Aim to eat your meal within one hour of completing your workout to prevent the repair of proteins from becoming compromised.

Food Versus Supplements

After a workout, you may be tired and the thought of eating a full meal may not be appealing. There are some circumstances where liquid supplemental nutrition is a better option.

The stress from an intense workout causes your hunger center to shut down, so you likely will not feel hungry. A liquid supplement can provide the protein and carbohydrates you need to remodel muscles and recover.

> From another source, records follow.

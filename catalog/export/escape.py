"""Catalogue text in generated code: one escaping function per target language.

Every piece of text that comes from a metric file (title, summary, notes, references, parameter
descriptions and ranges, domain text, names, ids, chart names, the source path) is data written by
whoever added the entry. Generated code must show it, never run it: each exporter emits such text
only through the function of its target below, wherever it goes (comment, docstring, string
literal, typeset text). The rule is general, not a list of bad strings:

* :func:`visible` is the first step of every comment form: every character that is not printable
  (``str.isprintable`` is False: control characters such as NUL, newline, carriage return, form
  feed and escape; the Unicode line and paragraph separators U+2028/U+2029; format characters
  such as bidirectional overrides; unassigned and surrogate code points) becomes a visible escape
  ``\\xHH``, ``\\uHHHH`` or ``\\UHHHHHHHH``. No line break can survive it, so a comment stays one
  comment line whatever the text.
* Python: :func:`python_comment` (``#`` lines), :func:`python_docstring` (inside ``\"\"\"``:
  backslashes doubled and every ``"`` escaped, so the docstring cannot be closed), and
  :func:`python_literal` (``repr``).
* C99: :func:`c_comment` (inside ``/* */``: ``*/`` and ``/*`` broken up; trigraphs ``??x`` broken
  up) and :func:`c_string` (a string literal: printable ASCII other than ``\\``, ``"`` and ``?``
  kept, every other byte of the UTF-8 text as a three-digit octal escape).
* LaTeX: :func:`latex_comment` (a ``%`` line, backslashes written as text) and :func:`latex_text` (typeset text: the ten
  special characters ``\\ { } $ & # ^ _ % ~`` become their text commands, so ``\\input{...}`` or
  ``\\write18`` can never be live and ``^^`` notation cannot build a backslash).
* JSON: ``json.dumps`` escapes by itself (:func:`json_text` says so and is used for symmetry).
"""

from __future__ import annotations

import json


def visible(text: object) -> str:
    """``text`` with every non-printable character replaced by a visible backslash escape."""
    out = []
    for ch in str(text):
        if ch.isprintable():
            out.append(ch)
            continue
        code = ord(ch)
        if code < 0x100:
            out.append(f"\\x{code:02x}")
        elif code < 0x10000:
            out.append(f"\\u{code:04x}")
        else:
            out.append(f"\\U{code:08x}")
    return "".join(out)


# --------------------------------------------------------------------------- Python


def python_comment(text: object) -> str:
    """Text for one ``#`` comment line (no line break can remain in it)."""
    return visible(text)


def python_docstring(text: object) -> str:
    """Text for inside a ``\"\"\"`` docstring: printable, backslashes doubled, every quote escaped."""
    return visible(text).replace("\\", "\\\\").replace('"', '\\"')


def python_literal(value: object) -> str:
    """A Python literal of ``value`` (``repr``: str escapes every non-printable character)."""
    return repr(value)


# --------------------------------------------------------------------------- C99


def c_comment(text: object) -> str:
    """Text for one line inside a ``/* ... */`` block comment: the comment cannot be closed or nested,
    no line break remains, and no trigraph (``??/`` and friends) can form."""
    out = visible(text)
    while "*/" in out or "/*" in out or "??" in out:
        out = out.replace("*/", "* /").replace("/*", "/ *").replace("??", "? ?")
    return out


def c_string(text: object) -> str:
    """A C99 string literal of ``text``: printable ASCII kept (but ``\\``, ``"`` and ``?`` escaped,
    the last against trigraphs); every other byte of its UTF-8 form as a three-digit octal escape."""
    out = ['"']
    for byte in str(text).encode("utf-8", "backslashreplace"):
        ch = chr(byte)
        if ch in '\\"?':
            out.append("\\" + ch)
        elif 0x20 <= byte < 0x7F:
            out.append(ch)
        else:
            out.append(f"\\{byte:03o}")
    out.append('"')
    return "".join(out)


# --------------------------------------------------------------------------- LaTeX

_LATEX = {
    "\\": r"\textbackslash{}",
    "{": r"\{",
    "}": r"\}",
    "$": r"\$",
    "&": r"\&",
    "#": r"\#",
    "^": r"\textasciicircum{}",
    "_": r"\_",
    "%": r"\%",
    "~": r"\textasciitilde{}",
}


def latex_comment(text: object) -> str:
    """Text for one ``%`` comment line: no line break (the only way out of a TeX comment) remains.
    Backslashes are written ``\\textbackslash{}`` as well, so nothing that looks like a command is
    left even to a reader who scans the file without TeX's comment rule (``^`` and ``_`` stay readable:
    TeX reads nothing after ``%``)."""
    return visible(text).replace("\\", r"\textbackslash{}")


def latex_text(text: object) -> str:
    """Typeset text: printable, and each of ``\\ { } $ & # ^ _ % ~`` replaced by its text form."""
    return "".join(_LATEX.get(ch, ch) for ch in visible(text))


# --------------------------------------------------------------------------- JSON


def json_text(value: object) -> str:
    """JSON needs no extra step: ``json.dumps`` escapes quotes, backslashes and control characters."""
    return json.dumps(value, ensure_ascii=False)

Liquid supplemental options are easy to consume and are often full of nutritional value. They are also simple and easy to digest, making sure the carbs and proteins are promptly absorbed and delivered where needed.

Typically the proteins and carbohydrates used to make these drinks are fast-absorbing, so they will work better than whole foods when it comes to replenishment and repair. The overall digestion time is within an hour, as compared to the three to six hours it can take for a meal to be digested.

The Bottom Line

Diet is an important aspect of getting in shape and building muscles, specifically what you eat after a workout. Specific nutrients are needed after exercise to maximize recovery and to maximize the efforts you are putting in.

Water, high glycemic index carbohydrates, and amino acids are essential to muscle recovery. Whether you make a light but recovery-packed meal or a nutritiously dense liquid blend, make sure you feed your muscles after they exercise.

You may not feel hungry, but your muscles definitely will be.